EXERCISE OBJECTIVE> Copy exactly the last part of the listing below, beginning at the line that contains "pub struct PowerRow" and including the final line.

•••••

// ---------------------------------------------------------------------------
// Data sets
// ---------------------------------------------------------------------------

/// One generated meta-analysis.
#[derive(Debug, Clone)]
struct Dataset {
    y: Vec<f64>,
    v: Vec<f64>,
    /// Numeric moderators, each with one value per study.
    x: Vec<Vec<f64>>,
    /// Categorical moderator: level index per study, and the number of levels.
    g: Option<(Vec<usize>, usize)>,
}

impl Dataset {
    fn k(&self) -> usize {
        self.y.len()
    }

    /// Coefficients: intercept, numeric moderators, dummies of levels 2, 3.
    fn p(&self) -> usize {
        1 + self.x.len() + self.g.as_ref().map_or(0, |(_, l)| l - 1)
    }

    fn moderator_names(&self) -> Vec<&'static str> {
        let mut names: Vec<&str> = NUMERIC_NAMES[..self.x.len()].to_vec();
        if self.g.is_some() {
            names.push(CATEGORICAL_NAME);
        }
        names
    }

    /// The design matrix as the model sees it (reference level "a").
    fn design(&self) -> Design {
        let p = self.p();
        assert!(p <= MAX_P);
        let rows = (0..self.k())
            .map(|i| {
                let mut r = [0.0; MAX_P];
                r[0] = 1.0;
                for (j, x) in self.x.iter().enumerate() {
                    r[1 + j] = x[i];
                }
                if let Some((g, levels)) = &self.g {
                    for l in 1..*levels {
                        r[self.x.len() + l] = if g[i] == l { 1.0 } else { 0.0 };
                    }
                }
                r
            })
            .collect();
        Design { rows, p }
    }

    /// The data as CSV; `{}` prints the shortest text that reads back as the same f64.
    fn csv(&self) -> String {
        let mut s = String::from("study,effect,variance");
        for n in self.moderator_names() {
            s.push(',');
            s.push_str(n);
        }
        s.push('\n');
        for i in 0..self.k() {
            s.push_str(&format!("s{i},{},{}", self.y[i], self.v[i]));
            for x in &self.x {
                s.push_str(&format!(",{}", x[i]));
            }
            if let Some((g, _)) = &self.g {
                s.push(',');
                s.push_str(LEVELS[g[i]]);
            }
            s.push('\n');
        }
        s
    }

    fn fit(&self, method: Tau2Method, inference: Inference) -> FitReport {
        let s = settings(Measure::Effect, &self.moderator_names(), method, inference);
        fit_text(&s, &self.csv())
    }

    /// Rows reordered: row i of the result is row `order[i]` of `self`. (Its
    /// CSV labels the rows s0, s1, ... again in the new order.)
    fn permuted(&self, order: &[usize]) -> Dataset {
        let pick = |a: &[f64]| order.iter().map(|&i| a[i]).collect::<Vec<_>>();
        Dataset {
            y: pick(&self.y),
            v: pick(&self.v),
            x: self.x.iter().map(|x| pick(x)).collect(),
            g: self
                .g
                .as_ref()
                .map(|(g, l)| (order.iter().map(|&i| g[i]).collect(), *l)),
        }
    }

    /// Whether every moderator column keeps at least [`MIN_UNEXPLAINED_SHARE`]
    /// of its centred squared norm after projecting out the earlier columns
    /// (modified Gram–Schmidt).
    fn well_conditioned(&self) -> bool {
        let Design { rows, p } = self.design();
        let k = self.k();
        let mut basis: Vec<Vec<f64>> = Vec::with_capacity(p);
        for j in 0..p {
            let mut col: Vec<f64> = rows.iter().map(|r| r[j]).collect();
            let mut centred_norm = None;
            for b in &basis {
                let dot: f64 = col.iter().zip(b).map(|(c, b)| c * b).sum();
                for (c, b) in col.iter_mut().zip(b) {
                    *c -= dot * b;
                }
                if centred_norm.is_none() {
                    // The first basis vector is the normalised intercept.
                    centred_norm = Some(col.iter().map(|c| c * c).sum::<f64>());
                }
            }
            let norm: f64 = col.iter().map(|c| c * c).sum();
            if let Some(n0) = centred_norm {
                if !(n0 > 0.0 && norm >= MIN_UNEXPLAINED_SHARE * n0) {
                    return false;
                }
            }
            let n = norm.sqrt();
            basis.push(col.into_iter().map(|c| c / n).collect());
        }
        k > p
    }
}
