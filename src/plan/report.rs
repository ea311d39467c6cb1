//! The result of `pondus plan`: a plain `Serialize` struct (its field docs
//! are the JSON schema), the terminal text, and the power curve plot.

use super::{
    confirm_k, no_progress, power_ceiling_in_n, simulate, solve_k, solve_n, ModeratorDesign, Plan,
    PlanTest, Simulated, SimulatedK,
};
use crate::error::{Error, Result};
use crate::render::figure::scene::{Align, Scene};
use crate::render::figure::{encode, palette, size, Axis, Format, Frame};
use serde::Serialize;

/// What to solve for.
#[derive(Debug, Clone, Copy, PartialEq, Eq, Serialize)]
#[serde(rename_all = "lowercase")]
pub enum SolveFor {
    /// The number of sites k.
    K,
    /// The per-site n at the planned k.
    N,
}

/// Settings of a planning run beyond the plan itself.
#[derive(Debug, Clone, PartialEq)]
pub struct PlanRequest {
    /// The plan.
    pub plan: Plan,
    /// Target power, when a k (or n) is to be solved for.
    pub target_power: Option<f64>,
    /// What to solve for.
    pub solve: SolveFor,
    /// Largest k searched.
    pub max_k: usize,
    /// Largest per-site n searched.
    pub max_n: f64,
    /// Simulated data sets, or None for no simulation (the z test without
    /// `--simulate`); `--test kh` always simulates.
    pub simulations: Option<usize>,
    /// Seed of the simulation.
    pub seed: u64,
}

/// One row of the power table.
#[derive(Debug, Clone, Copy, PartialEq, Serialize)]
pub struct PowerRow {
    /// Number of sites.
    pub k: usize,
    /// Power from the closed form: exact for `z`, the noncentral F
    /// approximation for `kh` (see `table_method`).
    pub power: f64,
}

•••••

TASK RESULT>
pub struct PowerRow {
    /// Number of sites.
    pub k: usize,
    /// Power from the closed form: exact for `z`, the noncentral F
    /// approximation for `kh` (see `table_method`).
    pub power: f64,
}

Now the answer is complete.